:: THE PROBLEM ::
Pull out every line below that contains the word "void".

========================

/* Declared basis word, normalised: "mass", "metal_mass", "area", "site" or
   the lowercase text itself. */
static void declared_basis(const arrank_sample *s, char *out, size_t n)
{
    const char *v = arrank_sample_meta(s, "basis");
    out[0] = '\0';
    if (!v || n == 0)
        return;
    size_t k = 0;
    for (; v[k] && k + 1 < n; k++)
        out[k] = (char)tolower((unsigned char)v[k]);
    out[k] = '\0';
    /* trim */
    while (k > 0 && isspace((unsigned char)out[k - 1]))
        out[--k] = '\0';
    const char *aliases[][2] = {
        {"catalyst_mass", "mass"}, {"per_mass", "mass"},     {"metal", "metal_mass"},
        {"surface", "area"},       {"bet_area", "area"},     {"per_area", "area"},
        {"tof", "site"},           {"turnover", "site"},     {"per_site", "site"},
    };
    for (size_t i = 0; i < sizeof aliases / sizeof *aliases; i++)
        if (strcmp(out, aliases[i][0]) == 0)
            snprintf(out, n, "%s", aliases[i][1]);
}

static arrank_basis basis_dimension(const char *word)
{
    if (strcmp(word, "mass") == 0 || strcmp(word, "metal_mass") == 0)
        return ARRANK_BASIS_MASS;
    if (strcmp(word, "area") == 0)
        return ARRANK_BASIS_AREA;
    if (strcmp(word, "site") == 0)
        return ARRANK_BASIS_SITE;
    return ARRANK_BASIS_UNKNOWN;
}

/* Declared basis against the sample's own rate unit; 1 with why on a mismatch. */
static int own_basis_mismatch(const arrank_sample *s, char *why, size_t n)
{
    char mine[32];
    declared_basis(s, mine, sizeof mine);
    if (!mine[0])
        return 0;
    arrank_basis dim = basis_dimension(mine);
    if (dim != ARRANK_BASIS_UNKNOWN && s->basis != ARRANK_BASIS_UNKNOWN && dim != s->basis) {
        if (why)
            snprintf(why, n, "declared basis '%s' does not match the rate unit '%s' (%s basis)",
                     mine, s->rate_unit_file ? s->rate_unit_file : "?",
                     arrank_basis_name(s->basis));
        return 1;
    }
    return 0;
}

int arrank_diagnose_campaign_basis(const arrank_campaign *c, char *why, size_t n)
{
    if (why && n)
        why[0] = '\0';
    if (!c || c->n_samples < 2)
        return 0;
    /* one pass: every sample against the first one */
    const arrank_sample *ref = &c->samples[0];
    char mine[32], other[32];
    declared_basis(ref, mine, sizeof mine);
    for (size_t i = 1; i < c->n_samples; i++) {
        const arrank_sample *o = &c->samples[i];
        if (o->basis != ARRANK_BASIS_UNKNOWN && ref->basis != ARRANK_BASIS_UNKNOWN &&
            o->basis != ref->basis) {
            if (why)
                snprintf(why, n, "sample '%s' is on a %s basis and '%s' on a %s basis", ref->id,
                         arrank_basis_name(ref->basis), o->id, arrank_basis_name(o->basis));
            return 1;
        }
        declared_basis(o, other, sizeof other);
        if (mine[0] && other[0] && strcmp(mine, other) != 0) {
            if (why)
                snprintf(why, n, "sample '%s' declares basis '%s' and '%s' declares '%s'",
                         ref->id, mine, o->id, other);
            return 1;
        }
    }
    return 0;
}

int arrank_diagnose_basis(const arrank_campaign *c, const arrank_sample *s, char *why, size_t n)
{
    if (why && n)
        why[0] = '\0';
    return own_basis_mismatch(s, why, n) || arrank_diagnose_campaign_basis(c, why, n);
}

static void set_excluded(arrank_dwork *wk, size_t i, char *reason)
{
    arrank_point_diag *pd = &wk->d->points[i];
    if (!reason) {
        wk->nomem = 1;
        return;
    }
    if (pd->excluded) {
        free(reason);
        return;
    }
    pd->excluded = 1;
    pd->reason = reason;
}

static double kj(double j)
{
    return j / 1000.0;
}

/* Plain words for the causes of a detected bend. */
static void name_causes(arrank_dwork *wk, const size_t *sorted, size_t n, double ea_window,
                        int has_repeats)
{
    arrank_diagnosis *d = wk->d;
    arrank_curvature *cv = &d->curvature;
    int runs_down = 0, runs_up = 0;
    for (size_t j = 0; j < d->n_runs; j++) {
        runs_down |= d->runs[j].verdict < 0;
        runs_up |= d->runs[j].verdict > 0;
    }
    runs_down |= d->drift.verdict < 0;
    runs_up |= d->drift.verdict > 0;
    size_t n_pore = 0, n_film = 0, hot_conv = 0;
    double lo_pore = INFINITY, lo_film = INFINITY, t_pore = NAN, t_film = NAN;
    char tbuf[120];
    for (size_t k = 0; k < n; k++) {
        const arrank_point_diag *pd = &d->points[sorted[k]];
        if (pd->regime == ARRANK_REGIME_PORE) {
            n_pore++;
            if (pd->local_ea_J_mol < lo_pore) {
                lo_pore = pd->local_ea_J_mol;
                t_pore = wk->pt[sorted[k]].temp_K;
            }
        } else if (pd->regime == ARRANK_REGIME_FILM) {
            n_film++;
            if (pd->local_ea_J_mol < lo_film) {
                lo_film = pd->local_ea_J_mol;
                t_film = wk->pt[sorted[k]].temp_K;
            }
        }
        if (pd->high_conversion && k >= n / 2)
            hot_conv++;
    }
    char series[256];
    if (isfinite(cv->series_F) && isfinite(cv->aicc_line))
        snprintf(series, sizeof series,
                 "series-resistance model against a straight line: F = %.3g, p = %.2g, "
                 "AICc lower by %.1f",
                 cv->series_F, cv->series_p, cv->aicc_line - cv->aicc_series);
    else if (isfinite(cv->series_F))
        snprintf(series, sizeof series,
                 "series-resistance model against a straight line: F = %.3g, p = %.2g",
                 cv->series_F, cv->series_p);
    else if (!(cv->detected && cv->direction == ARRANK_BEND_DOWN))
        snprintf(series, sizeof series,
                 "series-resistance model not fitted (it is fitted to a detected downward bend)");
    else
        snprintf(series, sizeof series, "series-resistance model not fitted");
    const arrank_criterion *wp = &d->weisz_prater, *me = &d->mears;

    if (cv->direction == ARRANK_BEND_DOWN) {
        if (hot_conv)
            add_cause(wk, 1, arrank_dwork_fmt(wk, "conversion above the differential limit"),
                      arrank_dwork_fmt(wk, "%zu point(s) in the hot half are above the %.0f %% limit, so their "
                              "rates understate the differential rate",
                          hot_conv, 100.0 * d->conversion_limit));
        if (runs_down)
            add_cause(wk, 1, arrank_dwork_fmt(wk, "deactivation during the measurements"),
                      arrank_dwork_fmt(wk, "later runs or later times show lower activity at the same "
                              "temperature (see the run and drift checks)"));
        if (n_pore)
            add_cause(wk, 1, arrank_dwork_fmt(wk, "pore diffusion"),
                      arrank_dwork_fmt(wk, "local apparent Ea falls to %.0f kJ/mol at %s against %.0f "
                              "kJ/mol in the kinetic window (ratio %.2f; strong pore diffusion "
                              "gives about one half); %s%s%s",
                          kj(lo_pore),
                          arrank_sample_temp_text(wk->s, t_pore, NAN, 0, tbuf, sizeof tbuf),
                          kj(ea_window), lo_pore / ea_window, series,
                          wp->computed ? "; " : "",
                          wp->computed ? (wp->passes ? "but the Weisz-Prater number is below its "
                                                       "limit, which argues against it"
                                                     : "and the Weisz-Prater number is above "
                                                       "its limit")
                                       : ""));
        if (n_film)
            add_cause(wk, 1, arrank_dwork_fmt(wk, "film (external) mass transfer"),
                      arrank_dwork_fmt(wk, "local apparent Ea falls to %.0f kJ/mol at %s against %.0f "
                              "kJ/mol in the kinetic window (ratio %.2f), below %.0f kJ/mol or "
                              "%.1f of the window's: past the one half that pore diffusion gives "
                              "at most; %s%s%s",
                          kj(lo_film),
                          arrank_sample_temp_text(wk->s, t_film, NAN, 0, tbuf, sizeof tbuf),
                          kj(ea_window), lo_film / ea_window,
                          kj(FILM_EA_J_MOL), PORE_RATIO_LO, series,
                          me->computed ? "; " : "",
                          me->computed ? (me->passes ? "but the Mears number is below its limit, "
                                                       "which argues against it"
                                                     : "and the Mears number is above its limit")
                                       : ""));
        if (n_film && !n_pore)
            add_cause(wk, 0, arrank_dwork_fmt(wk, "pore diffusion as well"),
                      arrank_dwork_fmt(wk, "not told apart: film control takes the local apparent Ea through "
                              "the pore-like range (%.1f-%.1f of the window's) on its way down",
                          PORE_RATIO_LO, PORE_RATIO_HI));
        if (!n_pore && !n_film)
            add_cause(wk, 0, arrank_dwork_fmt(wk, "transport limitation (pore or film)"),
                      arrank_dwork_fmt(wk, "%s; the local slopes do not single out a transport regime", series));
        if (!runs_down && !has_repeats)
            add_cause(wk, 0, arrank_dwork_fmt(wk, "deactivation on a rising temperature ramp"),
                      arrank_dwork_fmt(wk, "not testable: no repeat, cooling branch or time on stream; "
                              "repeat a cold point at the end to check"));
        add_cause(wk, 0, arrank_dwork_fmt(wk, "adsorption-equilibrium shift or change of rate-determining step"),
                  arrank_dwork_fmt(wk, "bends the plot the same way; not testable from rate against "
                          "temperature alone (vary partial pressures)"));
        add_cause(wk, 0, arrank_dwork_fmt(wk, "approach to equilibrium"),
                  arrank_dwork_fmt(wk, "check the equilibrium conversion at the hottest point"));
    } else if (cv->direction == ARRANK_BEND_UP) {
        if (runs_up)
            add_cause(wk, 1, arrank_dwork_fmt(wk, "activation during the measurements"),
                      arrank_dwork_fmt(wk, "later runs or later times show higher activity at the same "
                              "temperature (see the run and drift checks)"));
        add_cause(wk, 0, arrank_dwork_fmt(wk, "a second route with a higher activation energy"),
                  arrank_dwork_fmt(wk, "the apparent Ea rises from %.0f kJ/mol at the cold end to %.0f kJ/mol "
                          "at the hot end (quadratic fit)",
                      kj(cv->ea_cold_J_mol), kj(cv->ea_hot_J_mol)));
        add_cause(wk, 0, arrank_dwork_fmt(wk, "blank activity of the reactor or support"),
                  arrank_dwork_fmt(wk, "not testable from these data: measure an empty or support-only run"));
        add_cause(wk, 0, arrank_dwork_fmt(wk, "hot spots (bed hotter than the thermocouple)"),
                  arrank_dwork_fmt(wk, "likely with an exothermic reaction at high conversion: use an in-bed "
                          "thermocouple and dilute the bed"));
    }
}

========================

:: EXERCISE SOLUTION ::
static void declared_basis(const arrank_sample *s, char *out, size_t n)
static void set_excluded(arrank_dwork *wk, size_t i, char *reason)
static void name_causes(arrank_dwork *wk, const size_t *sorted, size_t n, double ea_window,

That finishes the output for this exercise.